Wenn der Kopf den Körper beherrscht

Emio Greco mit seinem Solo ‘Rosso’ im Frankfurter Mousonturm

Frankfurter Allgemeine Zeitung / Rhein-Main 14 Nov 1998German

item doc

Emio Greco ist ein phantastischer Tänzer. Glasklar und präzise. Die Geometrie ist sein Zuhause. Wer ihn in Jan Fabres "Da un' altra faccia del tempo" oder in Saburo Teshigawara "I was real - Documents" gesehen hat, kann ihn nicht vergessen. Auch in seinen beiden Soli "Fra cervello e movimento - Bianco" und "Rosso", die er zusammen mit Pieter C. Scholten erarbeitet hat, zerlegt er sich und seinen Körper in kleine und kleinste Einheiten mit einer an Erschöpfung grenzende Unermüdlichkeit. Das Ergebnis ist unbefriedigend. Vom Gehirn zur Bewegung, vom Kopf zum Körper ist ihm auch in "Rosso" der Körper abhanden gekommen. Paradoxerweise. Denn keiner beharrt mit einem derartigen Nachdruck auf ihm wie Emio Greco.

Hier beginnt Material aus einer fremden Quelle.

//! The online trim: it learns a constant offset at the rate of a
//! first-order low-pass (`e_k = e_0*(1 - 2^-g)^k`, the textbook step
//! response of a one-pole IIR filter, from memory), keeps every command
//! inside its envelope and never before the corrected opening, and freezes
//! to the feed-forward on each kind of fault within its stated count.

use proptest::prelude::*;
use timing_core::trim::{Freeze, Regions, Trim, TrimConfig, TrimStatus};
use timing_core::{AdcCode, Error, Quantity, Ticks};

/// Gain 2^-3, envelope 8 ticks, comparator 2 ticks, plausible 40, noise
/// 6, freeze at 8 faults of a kind in the 32-cycle window.
const CFG: TrimConfig = match TrimConfig::new(3, 8.0, 2.0, 40.0, 6.0, [8, 8, 8]) {
    Ok(c) => c,
    Err(_) => panic!("bad trim settings"),
};

#[test]
fn learns_a_constant_offset_at_the_low_pass_rate() {
    let mut trim: Trim<4, 32> = Trim::new();
    // The board opens 5 ticks after the prediction, plus the comparator's 2.
    let offset = 5.0f32;
    let mut k_within = None;
    for k in 1..=200u32 {
        trim.update(&CFG, 2, Ticks::new(100), Some(Ticks::new(107)));
        let e = (trim.correction_ticks(2) - offset).abs();
        if e < 0.05 * offset && k_within.is_none() {
            k_within = Some(k);
        }
    }
    // (1 - 1/8)^k < 0.05 from k = 23 on (ln 0.05 / ln 0.875 = 22.4); the
    // integer shift truncates, so allow a few updates more.
    let k = k_within.unwrap();
    println!("within 5 % after {k} updates (a one-pole filter: 23)");
    assert!((23..=27).contains(&k), "{k}");
    assert!((trim.correction_ticks(2) - offset).abs() < 0.05);
    // Other regions learnt nothing.
    assert_eq!(trim.correction_ticks(0), 0.0);
    assert_eq!(
        trim.apply(&CFG, 2, Ticks::new(110), Ticks::new(100)).get(),
        115
    );
    assert_eq!(
        trim.apply(&CFG, 0, Ticks::new(110), Ticks::new(100)).get(),
        110
    );
}

#[test]
fn a_correction_stops_at_the_envelope() {
    let mut trim: Trim<2, 32> = Trim::new();
    for _ in 0..300 {
        trim.update(&CFG, 0, Ticks::new(100), Some(Ticks::new(100 + 2 + 20)));
    }
    // The envelope saturates at 8 ticks less the last 1/256 upwards (a
    // power of two's signed range), and at -8 downwards.
    assert_eq!(trim.correction_ticks(0), 8.0 - 1.0 / 256.0);
    assert_eq!(
        trim.apply(&CFG, 0, Ticks::new(120), Ticks::new(100)).get(),
        128
    );
    for _ in 0..300 {
        trim.update(&CFG, 0, Ticks::new(100), Some(Ticks::new(100 + 2 - 20)));
    }
    assert_eq!(trim.correction_ticks(0), -8.0);
    assert_eq!(
        trim.apply(&CFG, 0, Ticks::new(120), Ticks::new(100)).get(),
        112
    );
}

#[test]
fn never_before_the_corrected_opening() {
    let mut trim: Trim<1, 32> = Trim::new();
    for _ in 0..200 {
        trim.update(&CFG, 0, Ticks::new(50), Some(Ticks::new(56)));
    }
    // Opening corrected to 54; a feed-forward of 48 (before the predicted
    // opening) is raised to it, within the envelope (48 + 8 = 56).
    assert_eq!(
        trim.apply(&CFG, 0, Ticks::new(48), Ticks::new(50)).get(),
        54
    );
}

#[test]
fn missing_captures_freeze_within_the_limit_and_clear() {
    let mut trim: Trim<1, 32> = Trim::new();
    for _ in 0..100 {
        trim.update(&CFG, 0, Ticks::new(50), Some(Ticks::new(55)));
    }
    let learnt = trim.correction_ticks(0);
    let mut frozen_at = None;
    for k in 1..=20 {
        trim.update(&CFG, 0, Ticks::new(50), None);
        if let TrimStatus::Frozen(Freeze::NoCapture) = trim.status() {
            frozen_at.get_or_insert(k);
        }
    }
    assert_eq!(frozen_at, Some(8), "frozen at the 8th missing capture");
    // Frozen: the feed-forward alone, and the correction held.
    assert_eq!(
        trim.apply(&CFG, 0, Ticks::new(60), Ticks::new(50)).get(),
        60
    );
    assert_eq!(trim.correction_ticks(0), learnt);
    // Captures return: learning again once fewer than 8 of the last 32
    // cycles lack one.
    let mut back = None;
    for k in 1..=40 {
        trim.update(&CFG, 0, Ticks::new(50), Some(Ticks::new(55)));
        if trim.status() == TrimStatus::Learning {
            back.get_or_insert(k);
        }
    }
    assert_eq!(
        back,
        Some(32 - 20 + 13),
        "the 20 misses leave the window one by one"
    );
}

#[test]
fn a_comparator_stuck_low_is_implausible() {
    let mut trim: Trim<1, 32> = Trim::new();
    // Stuck low: the capture fires at once, 50 ticks before the opening.
    let mut status = TrimStatus::Learning;
    for _ in 0..8 {
        trim.update(&CFG, 0, Ticks::new(50), Some(Ticks::new(0)));
        status = trim.status();
    }
    assert_eq!(status, TrimStatus::Frozen(Freeze::Implausible));
    assert_eq!(trim.correction_ticks(0), 0.0, "nothing learnt from it");
}

#[test]
fn a_burst_of_noise_freezes_without_moving_the_correction_much() {
    let mut trim: Trim<1, 32> = Trim::new();
    for _ in 0..100 {
        trim.update(&CFG, 0, Ticks::new(50), Some(Ticks::new(54)));
    }
    let before = trim.correction_ticks(0);
    let mut status = TrimStatus::Learning;
    for k in 0..16u32 {
        // +-15 ticks alternating: plausible, but far from the recent mean.
        let c = if k % 2 == 0 { 69 } else { 39 };
        trim.update(&CFG, 0, Ticks::new(50), Some(Ticks::new(c)));
        status = trim.status();
    }
    assert_eq!(status, TrimStatus::Frozen(Freeze::Noisy));
    assert!((trim.correction_ticks(0) - before).abs() < 1.0);
}

#[test]
fn bad_settings_name_their_quantity() {
    let q = |e: Error| e.quantity();
    assert_eq!(
        q(TrimConfig::new(0, 8.0, 2.0, 40.0, 6.0, [8; 3]).unwrap_err()),
        Some(Quantity::TrimGain)
    );
    assert_eq!(
        q(TrimConfig::new(3, -1.0, 2.0, 40.0, 6.0, [8; 3]).unwrap_err()),
        Some(Quantity::TrimEnvelope)
    );
    assert_eq!(
        q(TrimConfig::new(3, 8.0, f32::NAN, 40.0, 6.0, [8; 3]).unwrap_err()),
        Some(Quantity::ComparatorDelay)
    );
    assert_eq!(
        q(TrimConfig::new(3, 8.0, 2.0, 40.0, 6.0, [8, 0, 8]).unwrap_err()),
        Some(Quantity::TrimThreshold)
    );
}

proptest! {
    /// Whatever the captures (missing, wild, huge), the command stays
    /// within the envelope of the feed-forward, equals it while frozen, and
    /// nothing panics.
    #[test]
    fn commands_stay_in_the_envelope(
        events in prop::collection::vec((0usize..5, 0u32..400, prop::option::of(0u32..u32::MAX)), 1..300),
        ff in 0u32..100_000,
        predicted in 0u32..100_000,
    ) {
        let mut trim: Trim<4, 16> = Trim::new();
        for (region, p, capture) in events {
            trim.update(&CFG, region, Ticks::new(p), capture.map(Ticks::new));
            let status = trim.status();
            let cmd = trim.apply(&CFG, region, Ticks::new(ff), Ticks::new(predicted)).get();
            if status == TrimStatus::Learning {
                prop_assert!(cmd + 8 >= ff && cmd <= ff + 8, "{cmd} vs {ff}");
            } else {
                prop_assert_eq!(cmd, ff);
            }
        }
    }
}

/// Built at compile time: a configuration and a trim in a `static`.
const CONST_CFG: TrimConfig = match TrimConfig::new(4, 8.0, 3.5, 40.0, 6.0, [8, 8, 8]) {
    Ok(c) => c,
    Err(_) => panic!("bad trim settings"),
};
static CONST_TRIM: Trim<2, 64> = Trim::new();

#[test]
fn the_envelope_is_a_power_of_two_ticks() {
    for (given, used) in [
        (8.5, 8.0),
        (50.0, 32.0),
        (1.0, 1.0),
        (0.7, 0.5),
        (0.0, 1.0 / 256.0),
    ] {
        let c = TrimConfig::new(3, given, 2.0, 40.0, 6.0, [8, 8, 8]).unwrap();
        assert_eq!(c.envelope_ticks(), used, "{given}");
    }
}

#[test]
fn settings_are_built_in_const_context_and_read_back() {
    assert_eq!(CONST_TRIM.status(), TrimStatus::Learning);
    assert!(CONST_TRIM.is_learning());
    let c = &CONST_CFG;
    assert_eq!(c.gain(), 4);
    assert_eq!(c.envelope_ticks(), 8.0);
    assert_eq!(c.comparator_ticks(), 3.5);
    assert_eq!(c.plausible_ticks(), 40.0);
    assert_eq!(c.noise_ticks(), 6.0);
    assert_eq!(c.limits(), [8, 8, 8]);
}

#[test]
fn every_code_falls_in_the_region_whose_codes_hold_it() {
    for (vin, io, vb, ib) in [
        ((2236u16, 3727u16), (205u16, 2049u16), 8u16, 16u16),
        ((0, 4095), (0, 4095), 1, 1),
        ((100, 100), (7, 4000), 3, 5),
        ((0, 65535), (0, 65535), 256, 256),
    ] {
        let r = Regions::new(vin, io, vb, ib).unwrap();
        assert!(
            r.count() <= usize::from(vb) * usize::from(ib),
            "{}",
            r.count()
        );
        let mut seen = vec![false; r.count()];
        for v in (vin.0..=vin.1).step_by(7).chain([vin.1]) {
            for i in (io.0..=io.1).step_by(11).chain([io.1]) {
                let k = r.index(AdcCode::new(v), AdcCode::new(i));
                let ((v0, v1), (i0, i1)) = r.codes(k).unwrap();
                assert!((v0..=v1).contains(&v) && (i0..=i1).contains(&i));
                seen[k] = true;
            }
        }
        assert!(seen.iter().all(|&s| s), "every region is reached");
        // Outside the range: the nearest bin.
        assert_eq!(r.index(AdcCode::new(0), AdcCode::new(0)), 0);
        assert_eq!(
            r.index(AdcCode::new(u16::MAX), AdcCode::new(u16::MAX)),
            r.count() - 1
        );
        assert_eq!(r.codes(r.count()), None);
    }
}

#[test]
fn bad_regions_name_their_quantity() {
    for (vin, io, vb, ib) in [
        ((0u16, 10u16), (0u16, 10u16), 0u16, 4u16),
        ((0, 10), (0, 10), 4, 257),
        ((11, 10), (0, 10), 4, 4),
        ((0, 10), (9, 3), 4, 4),
    ] {
        match Regions::new(vin, io, vb, ib) {
            Err(Error::OutOfRange { quantity, .. }) => assert_eq!(quantity, Quantity::TrimRegions),
            other => panic!("{other:?}"),
        }
    }
}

Der Nachdruck ist das Problem. Denn Emio Greco jagt in seinem Solo einem Phantasma hinterher. Und das heißt "Ausdruck". Daß er Körper schneller ist als das Hirn, hat der in Brindisi geborene Tänzer von Teshigawara gelernt, an dessen "I was real - Documents" die schlingernden Bewegungen aus der Ferne ebenso erinnern wie die lauten Toncollagen. Teshigawara bleibt dabei unnahbar entrückt. Greco wirkt nur unangenehm überhitzt. Benutzt sein Kollege Xavier le Roy den Körper lediglich als Material, soll er bei Greco gleich und unmittelbar bedeuten. Auch dann noch, wenn es, wie in "Rosso", um die Krise des Bedeutens geht. In der Jagd nach dem vorgängigen Idealbild des bedeutenden "reinen" Körpers, bleibt der Körper stets hinter dem Kopf zurück, den er doch gerade ausschalten möchte.

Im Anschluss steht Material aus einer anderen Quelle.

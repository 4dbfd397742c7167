//! The closed-form methods against timing-core's own f64 transition at
//! random designs and codes (proptest), and their refusals of impossible
//! coefficients. The exhaustive proofs over whole designs live in the
//! cross-checks crate (tests/closed_form.rs).

use proptest::prelude::*;
use timing_core::closed_form::{
    Band, ClosedForm, CodeScaling, F32Piece, FastF32, FastF32Parts, FixedPoint, FixedPointParts,
    PieceLayout,
};
use timing_core::table::Fallback;
use timing_core::{
    AdcCode, CellPoint, CodeRange, Error, Quantity, Tank, Timer, Topology, Transition,
    WindowPosition,
};

/// The f64 delay before rounding at the codes (buck cell: V = Vin, I = Io).
fn exact_ticks(
    tank: &Tank<f64>,
    timer: &Timer<f64>,
    position: WindowPosition<f64>,
    s: &CodeScaling,
    v: u16,
    i: u16,
) -> f64 {
    let vin = f64::from(v) * s.vin_volts_per_code;
    let io = f64::from(i - s.io_zero) * s.io_amps_per_code;
    let cell = CellPoint::from_converter(Topology::Buck, vin, 0.0, io).unwrap();
    let t = Transition::new(tank, &cell).unwrap();
    (t.turn_on_target_s(position) - timer.lead_s()) * timer.clock_hz()
}

proptest! {
    #![proptest_config(ProptestConfig::with_cases(64))]

    #[test]
    fn fast_f32_and_fixed_point_follow_the_f64_transition(
        lr in 0.2e-6f64..10e-6,
        cr in 1e-9f64..30e-9,
        clock in 50e6f64..500e6,
        kv in 0.005f64..0.05,
        ki in 0.002f64..0.02,
        vin_lo in 500u16..2000,
        vin_span in 200u16..2000,
        io_lo in 100u16..1000,
        io_span in 200u16..3000,
        position in 0.0f64..1.0,
        samples in proptest::collection::vec((0.0f64..1.0, 0.0f64..1.0), 40),
    ) {
        let tank = Tank::new(lr, cr).unwrap();
        let timer = Timer::new(clock, 16, 20e-9, 5e-9).unwrap();
        let pos = WindowPosition::new(position).unwrap();
        let s = CodeScaling {
            vin: CodeRange { lo: vin_lo, hi: vin_lo + vin_span },
            io: CodeRange { lo: io_lo, hi: io_lo + io_span },
            io_zero: 0,
            vin_volts_per_code: kv,
            io_amps_per_code: ki,
        };
        let cf = ClosedForm::new(&tank, &timer, pos, s, Fallback::Valley).unwrap();
        let fast = cf.fast_f32().unwrap();
        let fixed = cf.fixed_point();
        let tpr = cf.ticks_per_rad();
        for (a, b) in samples {
            let v = vin_lo + (a * f64::from(vin_span)) as u16;
            let i = io_lo + (b * f64::from(io_span)) as u16;
            let exact = exact_ticks(&tank, &timer, pos, &s, v, i);
            if exact > 60_000.0 {
                continue;
            }
            let (raw, _) = fast.raw_ticks(AdcCode::new(v), AdcCode::new(i));
            // f32: the two roots (4.7e-6 relative each) scale the window term,
            // the arcsine polynomial adds 1e-5 rad, f32 rounding a few ulp.
            let bound = 1.2e-5 * exact.abs() + 2e-5 * tpr + 1e-3;
            prop_assert!((f64::from(raw) - exact).abs() <= bound,
                "fast f32 at ({v}, {i}): {raw} vs {exact}");
            // The fixed-point method refuses designs beyond J = 63; where it
            // serves, its angle error stays below 2e-3 rad (the root near
            // the ZVS boundary) plus 2e-4 of the delay (the Q15 reciprocal
            // and polynomial errors scale with the window term, which grows
            // with J).
            if let Ok(fx) = &fixed {
                let (q8, _) = fx.raw_ticks_q8(AdcCode::new(v), AdcCode::new(i));
                let got = f64::from(q8) / 256.0;
                prop_assert!((got - exact).abs() <= 2e-3 * tpr + 2e-4 * exact.abs() + 0.01,
                    "fixed point at ({v}, {i}): {got} vs {exact}");
            }
        }
    }
}

fn demo_scaling() -> CodeScaling {
    CodeScaling {
        vin: CodeRange { lo: 2237, hi: 3726 },
        io: CodeRange { lo: 205, hi: 2049 },
        io_zero: 0,
        vin_volts_per_code: 0.0161,
        io_amps_per_code: 0.00488,
    }
}

fn demo(s: CodeScaling) -> Result<ClosedForm, Error> {
    ClosedForm::new(
        &Tank::new(1.0e-6, 6.8e-9)?,
        &Timer::new(170.0e6, 16, 25.0e-9, 0.0)?,
        WindowPosition::new(0.25)?,
        s,
        Fallback::Valley,
    )
}

#[test]
fn impossible_scalings_are_refused_by_name() {
    let mut s = demo_scaling();
    s.io.lo = 0;
    assert!(matches!(
        demo(s),
        Err(Error::OutOfRange {
            quantity: Quantity::AdcCode,
            ..
        })
    ));
    let mut s = demo_scaling();
    s.vin = CodeRange { lo: 3000, hi: 2000 };
    assert!(matches!(
        demo(s),
        Err(Error::OutOfRange {
            quantity: Quantity::AdcCode,
            ..
        })
    ));
    let mut s = demo_scaling();
    s.vin_volts_per_code = 0.0;
    assert!(matches!(
        demo(s),
        Err(Error::NotPositive {
            quantity: Quantity::VoltsPerCode,
            ..
        })
    ));
    let mut s = demo_scaling();
    s.io_amps_per_code = f64::NAN;
    let e = demo(s).unwrap_err();
    assert!(matches!(
        e,
        Error::NotFinite {
            quantity: Quantity::AmpsPerCode,
            ..
        }
    ));
    assert!(e.to_string().contains("A per code"), "{e}");
}

#[test]
fn the_fixed_point_method_names_the_load_it_cannot_reach() {
    // 10 mA per code at 12 ohm against 0.5 V codes: J up to ~97 at the
    // range's corner (5 V, 40 A), beyond the method's 63.
    let s = CodeScaling {
        vin: CodeRange { lo: 10, hi: 100 },
        io: CodeRange { lo: 10, hi: 4000 },
        io_zero: 0,
        vin_volts_per_code: 0.5,
        io_amps_per_code: 0.01,
    };
    let cf = demo(s).unwrap();
    let e = cf.fixed_point().unwrap_err();
    assert!(
        matches!(e, Error::OutOfRange { quantity: Quantity::NormalizedLoad, value, .. } if value > 63.0),
        "{e:?}"
    );
    // The f32 methods have no such limit.
    assert!(cf.fast_f32().is_ok());
}

#[test]
fn bad_coefficients_are_refused_in_const_construction() {
    let cf = demo(demo_scaling()).unwrap();
    let good = cf.ideal_parts().unwrap();
    let piece = good.pieces[0];
    let bad_piece = [F32Piece {
        kx: f32::NAN,
        ..piece
    }];
    let bad = FastF32Parts {
        pieces: &bad_piece,
        ..good
    };
    let coefficient = |r: Result<FastF32<'_>, Error>| {
        matches!(
            r,
            Err(Error::OutOfRange {
                quantity: Quantity::MethodCoefficient,
                ..
            })
        )
    };
    assert!(coefficient(FastF32::from_parts(bad)));
    let bad = FastF32Parts {
        position: 1.5,
        ..good
    };
    assert!(matches!(
        FastF32::from_parts(bad),
        Err(Error::OutOfRange {
            quantity: Quantity::WindowPosition,
            ..
        })
    ));
    // Bands that do not match the range and shift, a list of thresholds
    // of another length than the pieces', thresholds out of order.
    let l = good.layout;
    let bands = [l.bands[0]; 2];
    let unordered = [300_000u32, 200_000, u32::MAX];
    let three = [piece; 3];
    for bad in [
        FastF32Parts {
            layout: PieceLayout { band_shift: 8, ..l },
            ..good
        },
        FastF32Parts {
            layout: PieceLayout { bands: &bands, ..l },
            ..good
        },
        FastF32Parts {
            pieces: &[],
            ..good
        },
        FastF32Parts {
            layout: PieceLayout {
                ends: &unordered,
                ratio_bits: 16,
                ..l
            },
            pieces: &three,
            ..good
        },
    ] {
        assert!(coefficient(FastF32::from_parts(bad)), "{bad:?}");
    }
    let fx = cf.fixed_point().unwrap();
    let mut bad_fixed = [fx.parts().pieces[0]];
    bad_fixed[0].k_mant = 3;
    let parts = FixedPointParts {
        pieces: &bad_fixed,
        ..*fx.parts()
    };
    assert!(FixedPoint::from_parts(parts).is_err());
    // A const item validates at compile time: two bands of 1024 codes, the
    // second with two pieces split at the code ratio 2.5.
    const fn stand_in(offset_ticks: f32) -> F32Piece {
        F32Piece {
            kx: 0.272,
            ticks_per_rad: 14.0,
            offset_ticks,
            ticks_per_vin_code: 0.0,
        }
    }
    const PIECES: [F32Piece; 3] = [stand_in(61.7), stand_in(61.7), stand_in(62.7)];
    const ENDS: [u32; 3] = [u32::MAX, 5 << 15, u32::MAX];
    // J = 1 at io = 0.272 * vin (codes): Q8 at the band's centre, Q16 slope.
    const fn line(first: u16, centre: i32) -> Band {
        Band {
            first,
            zvs_io_q8: 272 * centre * 256 / 1000,
            zvs_io_q16_per_code: 272 * 65536 / 1000,
        }
    }
    const BANDS: [Band; 2] = [line(0, 2237 + 512), line(1, 2237 + 1536)];
    const PARTS: FastF32Parts<'static> = FastF32Parts {
        layout: PieceLayout {
            vin: CodeRange { lo: 2237, hi: 3726 },
            io: CodeRange { lo: 205, hi: 2049 },
            io_zero: 0,
            band_shift: 10,
            ratio_bits: 16,
            bands: &BANDS,
            ends: &ENDS,
        },
        pieces: &PIECES,
        position: 0.25,
        max_ticks: 65535,
        fallback: Fallback::Valley,
    };
    const FAST: FastF32<'static> = match FastF32::from_parts(PARTS) {
        Ok(m) => m,
        Err(_) => panic!("valid parts"),
    };
    // 48 V, 6 A: the first band; the second band (codes from 3261) at
    // ratio 2.43 < 2.5: its first piece, the same stand-in; at ratio 2.6:
    // the next piece, one tick later.
    let one = FastF32Parts {
        layout: PieceLayout {
            band_shift: 11,
            bands: &BANDS[..1],
            ends: &ENDS[..1],
            ..PARTS.layout
        },
        pieces: &PIECES[..1],
        ..PARTS
    };
    let one = FastF32::from_parts(one).unwrap();
    let at = |m: &FastF32<'_>, v: u16, i: u16| m.raw_ticks(AdcCode::new(v), AdcCode::new(i));
    let (a, zvs_a) = at(&FAST, 2981, 1229);
    let (c, zvs_c) = at(&FAST, 3300, 1269);
    assert!(zvs_a && zvs_c);
    assert_eq!(a, at(&one, 2981, 1229).0);
    assert_eq!(at(&FAST, 3300, 1358).0, at(&one, 3300, 1358).0);
    let c1 = at(&one, 3300, 1269).0;
    assert!((c - c1 - 1.0).abs() < 1e-4, "{c} vs {c1}");
    assert_eq!(
        FAST.parts()
            .layout
            .piece_at(AdcCode::new(3300), AdcCode::new(1269)),
        2
    );
    // The ZVS test is the band's line: 60 V at 4.9 A is below J = 1.
    assert!(!FAST.delay(AdcCode::new(3726), AdcCode::new(1000)).zvs);
    assert!(FAST.delay(AdcCode::new(3726), AdcCode::new(1020)).zvs);
}

#[test]
fn codes_outside_the_range_clamp_and_fixed_fallback_applies() {
    let cf = ClosedForm::new(
        &Tank::new(1.0e-6, 6.8e-9).unwrap(),
        &Timer::new(170.0e6, 16, 25.0e-9, 0.0).unwrap(),
        WindowPosition::new(0.25).unwrap(),
        demo_scaling(),
        Fallback::Fixed(timing_core::Ticks::new(77)),
    )
    .unwrap();
    let fast = cf.fast_f32().unwrap();
    let fixed = cf.fixed_point().unwrap();
    let libm = cf.libm_f32().unwrap();
    for (v, i) in [
        (0u16, 0u16),
        (u16::MAX, u16::MAX),
        (0, u16::MAX),
        (u16::MAX, 0),
    ] {
        let (v, i) = (AdcCode::new(v), AdcCode::new(i));
        let clamped = (
            AdcCode::new(v.get().clamp(2237, 3726)),
            AdcCode::new(i.get().clamp(205, 2049)),
        );
        assert_eq!(fast.delay(v, i), fast.delay(clamped.0, clamped.1));
        assert_eq!(fixed.delay(v, i), fixed.delay(clamped.0, clamped.1));
        assert_eq!(libm.delay(v, i), libm.delay(clamped.0, clamped.1));
    }
    // 60 V at 1 A: far below the ZVS boundary, the fixed fallback.
    let light = (AdcCode::new(3726), AdcCode::new(205));
    for d in [
        fast.delay(light.0, light.1),
        fixed.delay(light.0, light.1),
        libm.delay(light.0, light.1),
    ] {
        assert!(!d.zvs);
        assert_eq!(d.ticks.get(), 77);
    }
}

Die Bühne des Mousonturms ist mit rotem Samt ausgeschlagen. Ein Scheinwerferkranz wirft wie ein Kronleuchter Spots auf Boden und Wände. In lauten Klanggewittern zerreißt es Greco, der, gefangen in seinem roten Käfig, schutzlos der Welt ausgeliefert ist. Die Reaktion auf das Gefangensein sind noch schnellere Bewegungen als wolle er durch ein Schlupfloch in der Zeit entfliehen. Es sind detailverliebte Bewegungen, gespreizt bis in die Fingerspitzen, die, mit Verlaub, von albernem Herumgehampel nicht mehr allzuweit entfernt sind. Bei aller Überformtheit haben sie wenig Form. Immer wieder bewegt er den Mund zum Sprechen, doch die Worte ersterben auf seinen Lippen. Mehr schwülstige Manieriertheit als produktiver Manierismus. Mehr pathetischer Narzißmus als nüchterne Analyse. Es scheint, als müßte Emio Greco den Käfig, der seinen Körper wie ein Bild umgibt, erst einmal zerschlagen, bevor der Austausch zwischen Kopf und Körper wieder produktiv werden kann.